Not walking. Not flying.

Falling.

A figure wrapped in wings, its face a void behind a cage of crow bones, its voice no longer a whisper but a command inside his skull.

> "Blood betrayed is blood bound."

The Watcher lifted its hand. From the altar, a long iron skewer rose—charred black, glowing faintly at the tip.

> "The first feast was interrupted.

> The second must not be.

> You were spared.

> You must repay."

Kliwon backed away. "I won't. I won't feed you. I'm not part of this."

The masked crowd spoke in one voice, not a chant, but a sentence older than the trees:

> **"Then we will feed on your dreams. Until only the hunger remains."**

The sky cracked.

Feathers rained down like ash.

And from the trees came **figures**—half-formed, their bodies made of smoke and twisted limbs, their faces nothing but stretched mouths.
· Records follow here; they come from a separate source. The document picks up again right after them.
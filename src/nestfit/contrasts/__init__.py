"""Contrasts of level means, contrast families and multiplicity adjustments.

A contrast is a set of weights on the level means, written apart from how the
model was coded: ``contrast("H4 - mean(...)")``. It is estimated from a fit
through that fit's level means (:func:`cell_means`); a family of contrasts
gets a joint F test (a nested comparison), an orthogonality check, and
adjusted p-values with matching simultaneous intervals.

Examples
--------
>>> import nestfit
>>> from nestfit import contrasts as nc
>>> models = nestfit.groups(nestfit.datasets.load_fill_weights(), "weight", "head")
>>> means = nc.cell_means(models.separate_means())
>>> serviced = means.estimate("H4 - mean(...)")
>>> round(serviced.t ** 2, 6) == round(serviced.nested_test().steps[0].f, 6)
True
>>> result = means.family(nc.all_pairs()).adjust("tukey")
>>> len(result.rows)
15
"""

from __future__ import annotations

from nestfit.contrasts._adjust import P_METHODS, adjust_pvalues
from nestfit.contrasts._builtin import (
    ContrastFamily,
    all_pairs,
    consecutive,
    family,
    trends,
    versus_control,
    versus_rest,
)
from nestfit.contrasts._cellmeans import CellMeans, cell_means
from nestfit.contrasts._contrast import Contrast, contrast
from nestfit.contrasts._estimate import ContrastEstimate
from nestfit.contrasts._family import EstimatedFamily
from nestfit.contrasts._grouping import Grouping
from nestfit.contrasts._result import ContrastRow, FamilyResult
from nestfit.contrasts._simultaneous import METHODS
from nestfit.contrasts._variance import VARIANCES

__all__ = [
    "METHODS",
    "P_METHODS",
    "VARIANCES",
    "CellMeans",
    "Contrast",
    "ContrastEstimate",
    "ContrastFamily",
    "ContrastRow",
    "EstimatedFamily",
    "FamilyResult",
    "Grouping",
    "adjust_pvalues",
    "all_pairs",
    "cell_means",
    "consecutive",
    "contrast",
    "family",
    "trends",
    "versus_control",
    "versus_rest",
]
Every one of them looked like **him**.

Screaming versions of himself—burned, drowned, eaten, hanged—different deaths, all Kliwon.

The Watcher spread its wings.

And the fire began to consume the earth again.

---

He awoke with a scream.

Back in the guest house. The carving now gone.

Outside, night had truly fallen.

But not the soft, blue-black of a normal village dusk.

The sky was red.

Not a sunset—but a wound.

The villagers had gathered. Silent. Holding torches.

Waiting.

Not for a signal.

But for **him**.

They stood in rows, forming a path from the guest house to the tree with the altar.

And at the end of that path—stood the **Watcher**.

No longer in vision.

No longer just in dreams.

Its wings were real.

Its face covered in the same crow-bone mask.

Its hand raised, pointing to him.

Not to kill.

Not to drag.

But to **welcome**.

Because the ritual had never ended.

It had only waited for him to remember.